[Opening PROVIDED MATERIAL section]

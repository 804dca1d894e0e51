/**
 * Each comparison at its own step (METHODS.md, "The step a comparison is made at"), on invented
 * fixtures whose expected steps follow from the rule itself (first principles, stated per test).
 */
import { describe, expect, it } from 'vitest';
import { analyze } from '../../src/analysis/analyze.js';
import { comparisonStep, typicalInterval } from '../../src/analysis/comparisonStep.js';
import { resolveOptions } from '../../src/analysis/options.js';
import { meta, runSet, series, type RunSpec } from './runSetBuilder.js';
import { at } from '../support/at.js';

/** A rising curve logged every `every` steps up to `last`, offset by `shift`. */
function curve(last: number, shift: number, every = 100): { steps: number[]; values: number[] } {
  const steps: number[] = [];
  for (let s = 0; s <= last; s += every) steps.push(s);
  return { steps, values: steps.map((s) => shift + s / 10000 + ((s * 7919) % 13) / 1000) };
}

function runs(params: Record<string, string>, lasts: readonly number[], shift: number, status?: 'short'): RunSpec[] {
  return lasts.map((last, i) => ({
    params,
    seed: i + 1,
    metrics: { acc: { ...curve(last, shift + i / 100) } },
    ...(status === undefined ? {} : { status }),
  }));
}

describe('comparisonStep', () => {
  it('is the last step every non-failed run reached; failed runs never set it; step:N fixes it', () => {
    const set = runSet(
      ['m'],
      [...runs({ m: 'a' }, [1000, 900], 0), ...runs({ m: 'a' }, [300], 0, 'short').map((r) => ({ ...r, seed: 9 }))],
      [{ name: 'acc', goal: 'max' }],
    );
    expect(comparisonStep(set.runs, 'acc', { kind: 'final' }, 'logs')).toMatchObject({ step: 900, longest: 1000 });
    expect(comparisonStep(set.runs, 'acc', { kind: 'step', step: 500 }, 'logs').step).toBe(500);
    expect(comparisonStep(set.runs, 'acc', { kind: 'final' }, 'scores').step).toBeNull();
  });

  it('typical logging interval: the median gap between logged steps', () => {
    expect(typicalInterval(series([0, 10, 20, 50], [1, 2, 3, 4]))).toBe(10);
    expect(typicalInterval(series([0], [1]))).toBeNull();
  });
});

describe('analyze: each comparison at its own step', () => {
  it('a run that crashed early in one config moves no other comparison (and not its own: it is a failure)', () => {
    // base, c1, c2 all run to 2000; one c2 run crashed at 300 (ingest marks it short). Before, one
    // study-wide horizon put every comparison at 300; now each pair's step is 2000.
    const set = runSet(
      ['m'],
      [
        ...runs({ m: 'base' }, [2000, 2000, 2000, 2000], 0),
        ...runs({ m: 'c1' }, [2000, 2000, 2000, 2000], 0.05),
        ...runs({ m: 'c2' }, [2000, 2000, 2000], 0.05),
        { ...at(runs({ m: 'c2' }, [300], 0.05, 'short'), 0), seed: 4 },
      ],
      [{ name: 'acc', goal: 'max' }],
    );
    const r = analyze(set, resolveOptions({ baseline: 'm=base' }), meta);
    expect(r.comparisons.map((c) => [c.candidate, c.step])).toEqual([
      ['m=c1', 2000],
      ['m=c2', 2000],
    ]);
    const c2 = at(r.comparisons, 1);
    expect(c2.failures.candidate).toEqual({ runs: 4, diverged: 0, short: 1 });
    expect(c2.n.candidate).toBe(3);
    // scipy.stats.fisher_exact([[0, 4], [1, 3]]).pvalue = 1.0
    expect(c2.failures.fisherP).toBeCloseTo(1, 12);
    expect(c2.runs.find((u) => u.failed === 'short')).toMatchObject({ value: null, loggedAt: null });
    expect(c2.runs.filter((u) => u.failed === null).every((u) => u.loggedAt === 2000)).toBe(true);
  });

  it('tasks of different lengths: each task compares at its own step', () => {
    const set = runSet(
      ['task', 'm'],
      [
        ...runs({ task: 'short', m: 'base' }, [500, 500, 500], 0),
        ...runs({ task: 'short', m: 'new' }, [500, 500, 500], 0.02),
        ...runs({ task: 'long', m: 'base' }, [5000, 5000, 5000], 0),
        ...runs({ task: 'long', m: 'new' }, [5000, 5000, 5000], 0.02),
      ],
      [{ name: 'acc', goal: 'max' }],
    );
    const r = analyze(set, resolveOptions({ baseline: 'm=base', taskKey: 'task' }), meta);
    expect(r.comparisons.map((c) => [c.task, c.step])).toEqual([
      ['long', 5000],
      ['short', 500],
    ]);
    expect(r.metrics[0]?.horizon).toBeNull(); // no single step for the metric
  });

  it(
    'a workload whose baseline runs all stopped after one evaluation: that comparison is flagged, the others ' +
      'keep their steps',
    () => {
      const set = runSet(
        ['task', 'm'],
        [
          ...runs({ task: 'w1', m: 'base' }, [0, 0, 0], 0),
          ...runs({ task: 'w1', m: 'new' }, [3000, 3000, 3000], 0.02),
          ...runs({ task: 'w2', m: 'base' }, [3000, 3000, 3000], 0),
          ...runs({ task: 'w2', m: 'new' }, [3000, 3000, 3000], 0.02),
        ],
        [{ name: 'acc', goal: 'max' }],
      );
      const r = analyze(set, resolveOptions({ baseline: 'm=base', taskKey: 'task' }), meta);
      expect(r.comparisons.map((c) => [c.task, c.step])).toEqual([
        ['w1', 0],
        ['w2', 3000],
      ]);
      const early = r.problems.filter((p) => p.code === 'step-early');
      expect(early).toHaveLength(1);
      expect(early[0]?.message).toContain('task w1');
      expect(early[0]?.message).toContain('compared at step 0');
    },
  );

  it("step:N past some runs' ends: those runs are short for that comparison, never their last value", () => {
    const set = runSet(
      ['m'],
      [...runs({ m: 'base' }, [1000, 1000, 1000, 600], 0), ...runs({ m: 'new' }, [1000, 1000, 1000, 1000], 0.02)],
      [{ name: 'acc', goal: 'max' }],
    );
    const r = analyze(set, resolveOptions({ baseline: 'm=base', summary: 'step:800' }), meta);
    const c = at(r.comparisons, 0);
    expect(c.step).toBe(800);
    expect(c.failures.baseline).toEqual({ runs: 4, diverged: 0, short: 1 });
    expect(c.n).toEqual({ baseline: 3, candidate: 4 });
    expect(c.runs.find((u) => u.run === 'm=base,seed=4')).toMatchObject({ failed: 'short', value: null });
    const beyond = r.problems.filter((p) => p.code === 'step-beyond-run');
    expect(beyond).toHaveLength(1);
    expect(beyond[0]?.message).toContain('m=base,seed=4');
  });

  it('a value logged more than one typical logging interval before the step is flagged', () => {
    // A run that logs every 100 steps but skipped 600..900, ending at 1000, and a run ending at 950:
    // the step is 950, and the first run's value there was logged at 500 (450 > its interval of 100).
    const gap = { steps: [0, 100, 200, 300, 400, 500, 1000], values: [0.1, 0.2, 0.3, 0.4, 0.5, 0.6, 0.9] };
    const set = runSet(
      ['m'],
      [
        { params: { m: 'base' }, seed: 1, metrics: { acc: curve(950, 0, 50) } },
        { params: { m: 'base' }, seed: 2, metrics: { acc: curve(1000, 0.01) } },
        { params: { m: 'new' }, seed: 1, metrics: { acc: gap } },
        { params: { m: 'new' }, seed: 2, metrics: { acc: curve(1000, 0.03) } },
      ],
      [{ name: 'acc', goal: 'max' }],
    );
    const r = analyze(set, resolveOptions({ baseline: 'm=base' }), meta);
    const c = at(r.comparisons, 0);
    expect(c.step).toBe(950);
    expect(c.runs.find((u) => u.run === 'm=new,seed=1')).toMatchObject({ loggedAt: 500, stale: true, value: 0.6 });
    // the other runs logged within one interval: 900 (interval 100) and 950
    expect(c.runs.filter((u) => u.stale).map((u) => u.run)).toEqual(['m=new,seed=1']);
    expect(r.problems.filter((p) => p.code === 'value-stale')).toHaveLength(1);
  });
});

[Closing PROVIDED MATERIAL section]

YOUR INSTRUCTIONS — Look above for the line holding "stated per test).", then set down exactly that line and every line after it up to and including the line holding "900, longest: 1000", with nothing else.

SOLVED EXERCISE —
 * fixtures whose expected steps follow from the rule itself (first principles, stated per test).
 */
import { describe, expect, it } from 'vitest';
import { analyze } from '../../src/analysis/analyze.js';
import { comparisonStep, typicalInterval } from '../../src/analysis/comparisonStep.js';
import { resolveOptions } from '../../src/analysis/options.js';
import { meta, runSet, series, type RunSpec } from './runSetBuilder.js';
import { at } from '../support/at.js';

/** A rising curve logged every `every` steps up to `last`, offset by `shift`. */
function curve(last: number, shift: number, every = 100): { steps: number[]; values: number[] } {
  const steps: number[] = [];
  for (let s = 0; s <= last; s += every) steps.push(s);
  return { steps, values: steps.map((s) => shift + s / 10000 + ((s * 7919) % 13) / 1000) };
}

function runs(params: Record<string, string>, lasts: readonly number[], shift: number, status?: 'short'): RunSpec[] {
  return lasts.map((last, i) => ({
    params,
    seed: i + 1,
    metrics: { acc: { ...curve(last, shift + i / 100) } },
    ...(status === undefined ? {} : { status }),
  }));
}

describe('comparisonStep', () => {
  it('is the last step every non-failed run reached; failed runs never set it; step:N fixes it', () => {
    const set = runSet(
      ['m'],
      [...runs({ m: 'a' }, [1000, 900], 0), ...runs({ m: 'a' }, [300], 0, 'short').map((r) => ({ ...r, seed: 9 }))],
      [{ name: 'acc', goal: 'max' }],
    );
    expect(comparisonStep(set.runs, 'acc', { kind: 'final' }, 'logs')).toMatchObject({ step: 900, longest: 1000 });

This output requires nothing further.